WHAT YOU HAVE TO DO:
Print the data below exactly, but only the lines from the one containing "is already a" down to the one containing "id FROM practices", inclusive.

DATA FOR THE TASK:
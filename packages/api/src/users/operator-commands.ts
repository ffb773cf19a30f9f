/**
 * Operator commands for a new deployment (cli.js add-region / add-user):
 * the first region and its first regional lead, before anyone can sign in.
 * Each runs in one transaction and writes an audit event (actor "operator").
 */
import { QueryTypes, type Sequelize } from 'sequelize';
import { ROLES, type Role } from './roles.js';

export class OperatorError extends Error {}

const email = /^[^\s@]+@[^\s@]+\.[^\s@]+$/;

export async function addRegion(sequelize: Sequelize, code: string, name: string): Promise<number> {
  if (!/^[A-Z0-9][A-Z0-9-]{0,31}$/.test(code)) {
    throw new OperatorError(
      `--code must be 1–32 capital letters, digits or dashes, e.g. NORTH (got "${code}")`,
    );
  }
  if (!name.trim()) throw new OperatorError('--name must not be empty');
  return sequelize.transaction(async (transaction) => {
    const [existing] = await sequelize.query<{ id: number }>(
      'SELECT id FROM regions WHERE code = ?',
      {
        replacements: [code],
        type: QueryTypes.SELECT,
        transaction,
      },
    );
    if (existing) throw new OperatorError(`a region with code ${code} already exists`);
    const [id] = await sequelize.query('INSERT INTO regions (code, name) VALUES (?, ?)', {
      replacements: [code, name.trim()],
      type: QueryTypes.INSERT,
      transaction,
    });
    await sequelize.query(
      "INSERT INTO audit_events (occurred_at, action, outcome, actor_label, region_id, subject_type, subject_id, summary) VALUES (NOW(3), 'region.created', 'success', 'operator', ?, 'region', ?, ?)",
      {
        replacements: [
          id,
          String(id),
          `Region ${name.trim()} (${code}) created from the command line`,
        ],
        type: QueryTypes.INSERT,
        transaction,
      },
    );
    return Number(id);
  });
}

export interface AddUserInput {
  region: string;
  email: string;
  name: string;
  role: string;
  practices: string[];
}

export async function addUser(sequelize: Sequelize, input: AddUserInput): Promise<number> {
  const address = input.email.trim().toLowerCase();
  if (!email.test(address))
    throw new OperatorError(`--email must be an e-mail address (got "${input.email}")`);
  if (!input.name.trim()) throw new OperatorError('--name must not be empty');
  if (!(ROLES as readonly string[]).includes(input.role)) {
    throw new OperatorError(`--role must be one of ${ROLES.join(', ')} (got "${input.role}")`);
  }
  const role = input.role as Role;
  if (role === 'practice_lead' && input.practices.length === 0) {
    throw new OperatorError('a practice lead needs --practices CODE[,CODE…]');
  }
  if (role !== 'practice_lead' && input.practices.length > 0) {
    throw new OperatorError('--practices applies to practice leads only');
  }
  return sequelize.transaction(async (transaction) => {
    const [region] = await sequelize.query<{ id: number }>(
      'SELECT id FROM regions WHERE code = ?',
      {
        replacements: [input.region],
        type: QueryTypes.SELECT,
        transaction,
      },
    );
    if (!region)
      throw new OperatorError(
        `no region with code ${input.region}: create it first with add-region`,
      );
    const [taken] = await sequelize.query<{ id: number }>('SELECT id FROM users WHERE email = ?', {
      replacements: [address],
      type: QueryTypes.SELECT,
      transaction,
    });
    if (taken)
      throw new OperatorError(
        `${address} is already a Cairn user; change them on the Users screen`,
      );
    const practiceIds: number[] = [];
    for (const code of input.practices) {
      const [practice] = await sequelize.query<{ id: number }>(
        'SELECT id FROM practices WHERE region_id = ? AND code = ?',
        { replacements: [region.id, code], type: QueryTypes.SELECT, transaction },
      );
      if (!practice) throw new OperatorError(`no practice ${code} in region ${input.region}`);
      practiceIds.push(practice.id);
    }
    const [userId] = await sequelize.query(
      'INSERT INTO users (region_id, email, display_name, role, status) VALUES (?, ?, ?, ?, ?)',
      {
        replacements: [region.id, address, input.name.trim(), role, 'active'],
        type: QueryTypes.INSERT,
        transaction,
      },
    );
    for (const practiceId of practiceIds) {
      await sequelize.query(
        'INSERT INTO memberships (user_id, practice_id, role) VALUES (?, ?, ?)',
        {
          replacements: [userId, practiceId, 'practice_lead'],
          type: QueryTypes.INSERT,
          transaction,
        },
      );
    }
    await sequelize.query(
      "INSERT INTO audit_events (occurred_at, action, outcome, actor_label, region_id, subject_type, subject_id, summary) VALUES (NOW(3), 'user.created', 'success', 'operator', ?, 'user', ?, ?)",
      {
        replacements: [
          region.id,
          String(userId),
          `${input.name.trim()} <${address}> added as ${role} from the command line`,
        ],
        type: QueryTypes.INSERT,
        transaction,
      },
    );
    return Number(userId);
  });
}

/** Parses `--flag value` pairs. */
export function flags(args: string[]): Record<string, string> {
  const out: Record<string, string> = {};
  for (let i = 0; i < args.length; i++) {
    const arg = args[i]!;
    if (arg.startsWith('--')) {
      const value = args[i + 1];
      if (value === undefined || value.startsWith('--'))
        throw new OperatorError(`${arg} needs a value`);
      out[arg.slice(2)] = value;
      i++;
    }
  }
  return out;
}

RESULT BELOW:
        `${address} is already a Cairn user; change them on the Users screen`,
      );
    const practiceIds: number[] = [];
    for (const code of input.practices) {
      const [practice] = await sequelize.query<{ id: number }>(
        'SELECT id FROM practices WHERE region_id = ? AND code = ?',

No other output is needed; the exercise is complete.